● **Goal of the exercise**
Go line by line through the data below and work out how many lines contain "useNavigation"; the answer is that number alone.

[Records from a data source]
########
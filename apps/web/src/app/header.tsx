import type { SignedIn } from '@hidewright/contract';
import { Crumbs } from './crumbs.tsx';
import { PersonMenu } from './person-menu.tsx';
import { SearchEverywhere } from './search-everywhere.tsx';

/** Where one is, the way to anything else, and who is signed in. */
export function Header({ person }: { person: SignedIn }) {
  return (
    <header className="no-print flex min-h-14 items-center gap-3 py-2.5 md:min-h-16">
      <Crumbs />
      <SearchEverywhere />
      <PersonMenu person={person} />
    </header>
  );
}
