import { useNavigation } from 'react-router-dom';

/** While the next place is being fetched, a seam runs along the top. */
export function MovingStitch() {
  const { state } = useNavigation();
  if (state === 'idle') return null;
  return (
    <div role="status" className="no-print fixed inset-x-0 top-0 z-60">
      <span className="sr-only">Loading</span>
      <div aria-hidden="true" className="stitched-act h-1 motion-safe:animate-pulse" />
    </div>
  );
}
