import { describe, expect, it } from 'vitest';
import { placeAfterSignIn } from './guard.ts';
import { roomAt, rooms, roomsFor } from './rooms.ts';

describe('after signing in', () => {
  it.each([
    ['/stockroom?q=1', '/stockroom?q=1'],
    ['', '/today'],
    ['//elsewhere.example.com', '/today'],
    ['/\\elsewhere.example.com', '/today'],
    ['https://elsewhere.example.com', '/today'],
  ])('%s leads to %s', (to, place) => {
    expect(placeAfterSignIn(new URLSearchParams({ to }))).toBe(place);
  });
});

describe('the rooms', () => {
  it('are found by the place below them, and no other', () => {
    expect(roomAt('/bench/J-0198')?.word).toBe('Bench');
    expect(roomAt('/benches')).toBeUndefined();
  });

  it('lead every role to Today, and leave the books shut to the maker', () => {
    for (const role of ['owner', 'maker', 'bookkeeper'] as const) {
      expect(roomsFor(role)[0]?.word).toBe('Today');
    }
    expect(roomsFor('maker').map((room) => room.word)).not.toContain('Books');
    expect(roomsFor('owner')).toHaveLength(rooms.length);
  });
});
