import { Router } from 'express';
import { printLabels } from '@hidewright/contract';
import type { Context } from '../../context.ts';
import { invalid } from '../../http/problem.ts';
import { serveFile } from '../../http/serve.ts';
import { Workshop } from '../workshop/workshop.entity.ts';
import { readLabels } from './read-labels.ts';

export function labelRoutes(context: Context): Router {
  const router = Router();

  serveFile(router, context, printLabels, async ({ em, today }, { query }) => {
    const { lots, hardware, start, ...grid } = query;
    const { publicUrl } = context.config;
    const labels = await readLabels(em, { lots, hardware, publicUrl });
    if (labels.length === 0)
      throw invalid([{ field: 'lots', message: 'Choose at least one lot or bin to tag.' }]);
    const { name: shopName } = await em.findOneOrFail(Workshop, 1);
    const bytes = await context.papers.labels({ shopName, day: today, grid, start, labels });
    return { name: `tags-${today}.pdf`, type: 'application/pdf', bytes };
  });

  return router;
}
########
● **Output below**
2